To achieve the desired result in Presto, you can use a similar approach as shown in the PostgreSQL example:

-- SAMPLE DATA
WITH dataset(name, time, lifetime_visit_at_hospital) AS (
    values ('jack', '2022-12-02 03:25:00.000', 1),
    ('jack', '2022-12-02 03:33:00.000', 2),
    ('jack', '2022-12-03 01:13:00.000', 3),
    ('jack', '2022-12-03 01:15:00.000', 4),
    ('jack', '2022-12-04 00:52:00.000', 5),
    ('amanda', '2017-01-01 05:03:00.000', 1),
    ('sam', '2023-01-26 23:13:00.000', 1),
    ('sam', '2023-02-12 17:35:00.000', 2)
)

-- QUERY
SELECT *
FROM dataset
UNION ALL
SELECT name, '1900-01-01 00:00:00.000', 0
FROM (
  SELECT DISTINCT name FROM dataset
) subquery
ORDER BY name, lifetime_visit_at_hospital;

This query first selects the distinct names from the dataset CTE and then uses the UNION ALL operator to combine the original data with a new row for each distinct name.

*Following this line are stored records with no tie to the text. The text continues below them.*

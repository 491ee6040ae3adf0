import { SimpleLinearRegression } from 'ml-regression';
import { linearRegression } from 'simple-statistics';
import { straightLine } from '../../src-main/statistics/straight-line.ts';
import type { BenchCase, Values } from './bench-case.ts';
import { sameNumbers } from './comparison.ts';

/** Enough for a clock: one fit takes a tenth of a microsecond. */
const nFits = 1000;

/** Slope and intercept of a line through 61 rows, over and over. */
export function caseOfFitting(): BenchCase {
  const x = Array.from({ length: 61 }, (_, place) => 0.0044 * place + 0.000015 * place ** 2);
  const y = x.map((value, place) => 0.2 + 3 * value + 0.1 * Math.sin(place ** 2));
  const pairs = x.map((value, place) => [value, y[place]!]);
  const compare = sameNumbers({ rel: 1e-12, why: 'the same rows, summed otherwise' });
  return {
    name: `a line through 61 rows, ${nFits} times`,
    own: repeated(() => straightLine(x, y) ?? { intercept: NaN, slope: NaN }),
    peers: [
      {
        name: 'simple-statistics linearRegression',
        work: repeated(() => {
          const { m: slope, b: intercept } = linearRegression(pairs);
          return { intercept, slope };
        }),
        atMost: 1,
        compare,
      },
      {
        name: 'ml-regression SimpleLinearRegression',
        work: repeated(() => new SimpleLinearRegression(x, y)),
        atMost: 1,
        compare,
      },
    ],
  };
}

/** The sums of all fits, so that none can be left out. */
function repeated(fit: () => { intercept: number; slope: number }): () => Values {
  return () => {
    let [intercepts, slopes] = [0, 0];
    for (let done = 0; done < nFits; done++) {
      const { intercept, slope } = fit();
      intercepts += intercept;
      slopes += slope;
    }
    return [intercepts, slopes];
  };
}
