import { movingBlockBootstrap } from '../../src-main/statistics/moving-block-bootstrap.ts';
import type { BenchCase } from './bench-case.ts';
import { sameButForChance, standardErrors } from './comparison.ts';
import { pythonRecord } from './python-peer.ts';

/** 10,000 new records of 61 years from blocks of five. */
export function caseOfBootstrapping(): BenchCase {
  const { co2Ppm, temperatureK } = pythonRecord('annual');
  const x = co2Ppm.map((ppm) => Math.log(ppm / co2Ppm[0]!));
  const y = temperatureK.map((value) => value - temperatureK[0]!);
  const quantiles = (seed: number) => {
    const bootstrap = movingBlockBootstrap({ x, y, intercept: true, blockLength: 5, draws: 10_000, seed });
    const { q025, q50, q975 } = bootstrap.quantiles;
    return [q025, q50, q975];
  };
  return {
    name: 'block bootstrap, 10,000 draws',
    own: () => quantiles(4),
    peers: [
      {
        name: 'numpy, all draws at once',
        work: { task: 'bootstrap' },
        atMost: 1,
        compare: sameButForChance(standardErrors(20, quantiles)),
      },
    ],
  };
}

The new row has a timestamp of '1900-01-01 00:00:00.000' and a lifetime visit count of 0.

PostgreSQL Solution

The same approach can be used in PostgreSQL:

-- SAMPLE DATA
WITH dataset(name, time, lifetime_visit_at_hospital) AS (
    values ('jack', '2022-12-02 03:25:00.000', 1),
    ('jack', '2022-12-02 03:33:00.000', 2),
    ('jack', '2022-12-03 01:13:00.000', 3),
    ('jack', '2022-12-03 01:15:00.000', 4),
    ('jack', '2022-12-04 00:52:00.000', 5),
    ('amanda', '2017-01-01 05:03:00.000', 1),
    ('sam', '2023-01-26 23:13:00.000', 1),
    ('sam', '2023-02-12 17:35:00.000', 2)
)

-- QUERY
SELECT *
FROM (
  SELECT name, time, lifetime_visit_at_hospital FROM dataset
  UNION ALL
  SELECT name, '1900-01-01 00:00:00.000', 0 FROM (
    SELECT DISTINCT name FROM dataset
  ) subquery
) AS combined_dataset
ORDER BY name, lifetime_visit_at_hospital;

This query uses the UNION ALL operator to combine two separate queries: one that selects all rows from the original data and another that selects only the distinct names. The resulting combined dataset is then sorted by name and lifetime visit count.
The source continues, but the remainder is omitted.